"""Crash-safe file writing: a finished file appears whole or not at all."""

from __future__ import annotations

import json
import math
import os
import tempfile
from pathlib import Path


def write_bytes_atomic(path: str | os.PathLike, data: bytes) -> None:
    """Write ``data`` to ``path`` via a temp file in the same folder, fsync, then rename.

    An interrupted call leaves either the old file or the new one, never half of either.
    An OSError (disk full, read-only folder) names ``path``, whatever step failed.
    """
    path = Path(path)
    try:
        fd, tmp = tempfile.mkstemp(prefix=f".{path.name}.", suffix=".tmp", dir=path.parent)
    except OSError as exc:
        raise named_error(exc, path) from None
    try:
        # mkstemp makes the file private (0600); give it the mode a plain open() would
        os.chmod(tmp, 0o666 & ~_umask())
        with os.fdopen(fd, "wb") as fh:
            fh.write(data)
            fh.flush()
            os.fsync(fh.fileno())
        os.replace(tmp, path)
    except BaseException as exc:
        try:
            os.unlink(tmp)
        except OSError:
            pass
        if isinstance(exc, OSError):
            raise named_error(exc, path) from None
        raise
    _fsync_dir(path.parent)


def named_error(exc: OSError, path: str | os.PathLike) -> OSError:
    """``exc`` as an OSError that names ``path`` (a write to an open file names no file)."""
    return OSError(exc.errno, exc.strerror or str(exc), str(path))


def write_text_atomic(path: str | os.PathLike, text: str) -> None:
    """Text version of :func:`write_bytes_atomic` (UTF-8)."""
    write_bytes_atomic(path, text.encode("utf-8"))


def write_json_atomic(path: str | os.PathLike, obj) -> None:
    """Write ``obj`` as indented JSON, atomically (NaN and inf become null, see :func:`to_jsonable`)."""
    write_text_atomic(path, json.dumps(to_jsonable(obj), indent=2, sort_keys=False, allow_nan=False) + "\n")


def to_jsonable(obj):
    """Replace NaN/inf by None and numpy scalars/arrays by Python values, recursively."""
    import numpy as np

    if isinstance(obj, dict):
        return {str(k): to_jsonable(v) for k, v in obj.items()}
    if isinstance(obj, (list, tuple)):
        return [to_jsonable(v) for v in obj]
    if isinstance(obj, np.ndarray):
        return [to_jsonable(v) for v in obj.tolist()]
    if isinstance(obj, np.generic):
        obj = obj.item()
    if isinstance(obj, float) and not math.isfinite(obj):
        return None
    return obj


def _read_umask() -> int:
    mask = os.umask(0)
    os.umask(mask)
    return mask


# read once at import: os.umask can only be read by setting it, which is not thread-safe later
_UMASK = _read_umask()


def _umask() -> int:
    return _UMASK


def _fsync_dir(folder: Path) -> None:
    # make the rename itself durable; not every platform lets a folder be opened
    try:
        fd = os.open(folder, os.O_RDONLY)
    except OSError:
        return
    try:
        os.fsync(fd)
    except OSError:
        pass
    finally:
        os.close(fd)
────────
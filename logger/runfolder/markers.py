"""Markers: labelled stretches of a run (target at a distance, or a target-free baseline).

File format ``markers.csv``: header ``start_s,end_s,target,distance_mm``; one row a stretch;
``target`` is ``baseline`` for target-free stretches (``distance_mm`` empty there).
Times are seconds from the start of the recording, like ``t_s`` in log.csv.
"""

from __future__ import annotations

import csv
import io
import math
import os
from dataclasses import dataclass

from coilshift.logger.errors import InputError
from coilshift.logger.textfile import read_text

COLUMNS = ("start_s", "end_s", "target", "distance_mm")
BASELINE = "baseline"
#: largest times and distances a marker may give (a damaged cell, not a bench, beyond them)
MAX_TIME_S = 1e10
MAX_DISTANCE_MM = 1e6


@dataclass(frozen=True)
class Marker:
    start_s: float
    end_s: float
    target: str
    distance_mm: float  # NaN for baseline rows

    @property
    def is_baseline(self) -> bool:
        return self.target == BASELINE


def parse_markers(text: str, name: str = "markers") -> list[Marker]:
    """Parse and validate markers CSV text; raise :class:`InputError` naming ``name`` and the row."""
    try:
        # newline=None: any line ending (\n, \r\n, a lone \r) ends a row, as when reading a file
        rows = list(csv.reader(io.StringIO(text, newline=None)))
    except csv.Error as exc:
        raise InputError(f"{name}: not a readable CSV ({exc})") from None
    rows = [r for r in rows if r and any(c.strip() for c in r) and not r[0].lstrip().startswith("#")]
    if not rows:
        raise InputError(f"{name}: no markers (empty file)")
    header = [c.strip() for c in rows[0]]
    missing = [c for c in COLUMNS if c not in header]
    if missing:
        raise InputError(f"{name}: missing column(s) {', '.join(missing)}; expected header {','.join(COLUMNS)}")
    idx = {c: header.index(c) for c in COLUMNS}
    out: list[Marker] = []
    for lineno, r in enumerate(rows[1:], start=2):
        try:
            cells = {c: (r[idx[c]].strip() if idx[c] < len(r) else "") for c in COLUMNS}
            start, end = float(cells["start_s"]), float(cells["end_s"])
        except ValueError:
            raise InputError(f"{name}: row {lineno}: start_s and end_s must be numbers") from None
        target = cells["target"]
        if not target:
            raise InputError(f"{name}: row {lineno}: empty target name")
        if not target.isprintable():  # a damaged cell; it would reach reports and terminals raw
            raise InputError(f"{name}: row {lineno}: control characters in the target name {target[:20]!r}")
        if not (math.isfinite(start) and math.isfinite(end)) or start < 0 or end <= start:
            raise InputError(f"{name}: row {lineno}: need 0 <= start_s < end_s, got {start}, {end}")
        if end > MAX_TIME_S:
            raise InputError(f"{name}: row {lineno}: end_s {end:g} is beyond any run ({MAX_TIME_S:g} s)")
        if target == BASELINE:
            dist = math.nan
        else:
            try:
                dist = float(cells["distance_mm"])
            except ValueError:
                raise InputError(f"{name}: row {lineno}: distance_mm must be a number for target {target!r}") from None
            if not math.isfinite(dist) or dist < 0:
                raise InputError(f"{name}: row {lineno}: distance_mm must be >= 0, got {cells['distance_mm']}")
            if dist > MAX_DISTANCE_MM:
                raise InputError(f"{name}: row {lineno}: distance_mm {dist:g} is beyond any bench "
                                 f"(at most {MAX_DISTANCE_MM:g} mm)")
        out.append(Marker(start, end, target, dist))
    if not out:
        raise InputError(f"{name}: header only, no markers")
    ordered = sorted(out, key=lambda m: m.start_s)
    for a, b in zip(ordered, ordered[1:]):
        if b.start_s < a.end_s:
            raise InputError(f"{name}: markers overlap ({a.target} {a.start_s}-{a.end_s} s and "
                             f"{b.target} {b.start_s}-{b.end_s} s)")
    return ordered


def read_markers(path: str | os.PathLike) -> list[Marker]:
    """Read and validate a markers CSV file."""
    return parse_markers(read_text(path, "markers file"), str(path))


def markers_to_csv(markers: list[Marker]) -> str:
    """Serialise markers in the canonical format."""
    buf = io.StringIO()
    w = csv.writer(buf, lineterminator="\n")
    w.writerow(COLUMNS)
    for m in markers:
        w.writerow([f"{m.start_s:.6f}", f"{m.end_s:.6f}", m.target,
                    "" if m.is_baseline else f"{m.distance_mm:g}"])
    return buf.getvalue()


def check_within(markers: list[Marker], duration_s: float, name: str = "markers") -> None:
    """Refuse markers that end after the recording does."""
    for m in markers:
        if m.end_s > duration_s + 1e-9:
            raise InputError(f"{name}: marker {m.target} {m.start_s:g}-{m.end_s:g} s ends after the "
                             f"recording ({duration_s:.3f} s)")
────────
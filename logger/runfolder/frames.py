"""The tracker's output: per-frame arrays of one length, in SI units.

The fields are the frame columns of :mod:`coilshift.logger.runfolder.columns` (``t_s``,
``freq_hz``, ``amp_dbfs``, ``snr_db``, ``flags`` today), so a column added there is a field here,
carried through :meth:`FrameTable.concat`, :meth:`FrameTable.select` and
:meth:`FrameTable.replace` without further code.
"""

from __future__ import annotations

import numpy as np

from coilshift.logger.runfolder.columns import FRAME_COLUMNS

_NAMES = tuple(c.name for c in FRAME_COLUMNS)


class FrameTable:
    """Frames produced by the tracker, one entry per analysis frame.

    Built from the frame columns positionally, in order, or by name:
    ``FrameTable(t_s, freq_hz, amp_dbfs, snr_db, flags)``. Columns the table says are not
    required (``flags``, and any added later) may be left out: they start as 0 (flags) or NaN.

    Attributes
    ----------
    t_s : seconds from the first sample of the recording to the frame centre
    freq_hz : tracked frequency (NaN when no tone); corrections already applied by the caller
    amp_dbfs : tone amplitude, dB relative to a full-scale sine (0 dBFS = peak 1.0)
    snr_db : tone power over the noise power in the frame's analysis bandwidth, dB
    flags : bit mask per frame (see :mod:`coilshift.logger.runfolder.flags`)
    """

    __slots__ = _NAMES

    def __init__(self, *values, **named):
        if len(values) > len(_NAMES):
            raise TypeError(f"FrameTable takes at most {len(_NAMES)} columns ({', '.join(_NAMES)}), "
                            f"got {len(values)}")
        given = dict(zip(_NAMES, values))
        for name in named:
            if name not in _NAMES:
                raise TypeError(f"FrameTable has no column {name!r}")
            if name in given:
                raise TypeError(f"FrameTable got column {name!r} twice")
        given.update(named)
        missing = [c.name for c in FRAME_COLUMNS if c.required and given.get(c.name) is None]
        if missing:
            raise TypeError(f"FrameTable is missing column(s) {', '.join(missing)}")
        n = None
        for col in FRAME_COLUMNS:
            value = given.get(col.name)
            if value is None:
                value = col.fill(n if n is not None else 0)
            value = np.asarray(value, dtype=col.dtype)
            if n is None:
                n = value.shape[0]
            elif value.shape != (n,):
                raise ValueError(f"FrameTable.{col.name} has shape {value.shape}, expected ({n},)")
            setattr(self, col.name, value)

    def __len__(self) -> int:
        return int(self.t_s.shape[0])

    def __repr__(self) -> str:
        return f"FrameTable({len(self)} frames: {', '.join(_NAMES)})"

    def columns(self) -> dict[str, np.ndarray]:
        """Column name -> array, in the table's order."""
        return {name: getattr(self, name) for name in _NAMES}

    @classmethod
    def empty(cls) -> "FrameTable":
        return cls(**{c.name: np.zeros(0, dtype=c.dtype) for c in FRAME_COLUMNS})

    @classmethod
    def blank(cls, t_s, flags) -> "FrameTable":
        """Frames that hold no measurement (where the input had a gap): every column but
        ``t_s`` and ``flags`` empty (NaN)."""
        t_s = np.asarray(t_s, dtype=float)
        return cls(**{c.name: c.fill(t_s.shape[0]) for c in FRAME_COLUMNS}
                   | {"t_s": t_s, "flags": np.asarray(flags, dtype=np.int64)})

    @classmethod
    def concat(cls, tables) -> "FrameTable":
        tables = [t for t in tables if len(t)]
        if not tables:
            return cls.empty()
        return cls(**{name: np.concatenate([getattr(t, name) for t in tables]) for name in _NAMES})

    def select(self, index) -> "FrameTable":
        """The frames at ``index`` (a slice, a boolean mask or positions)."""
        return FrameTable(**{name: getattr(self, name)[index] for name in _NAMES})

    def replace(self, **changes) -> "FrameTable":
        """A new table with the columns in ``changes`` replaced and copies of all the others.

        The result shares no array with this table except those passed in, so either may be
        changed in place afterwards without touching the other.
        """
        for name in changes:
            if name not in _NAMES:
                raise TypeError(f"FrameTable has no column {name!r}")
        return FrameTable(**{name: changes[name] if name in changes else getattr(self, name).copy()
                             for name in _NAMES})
────────
:: YOUR ASSIGNMENT ::
The answer must consist of every line from the data that holds the string "when".

:: EXPECTED OUTPUT ::
        # newline=None: any line ending (\n, \r\n, a lone \r) ends a row, as when reading a file
    freq_hz : tracked frequency (NaN when no tone); corrections already applied by the caller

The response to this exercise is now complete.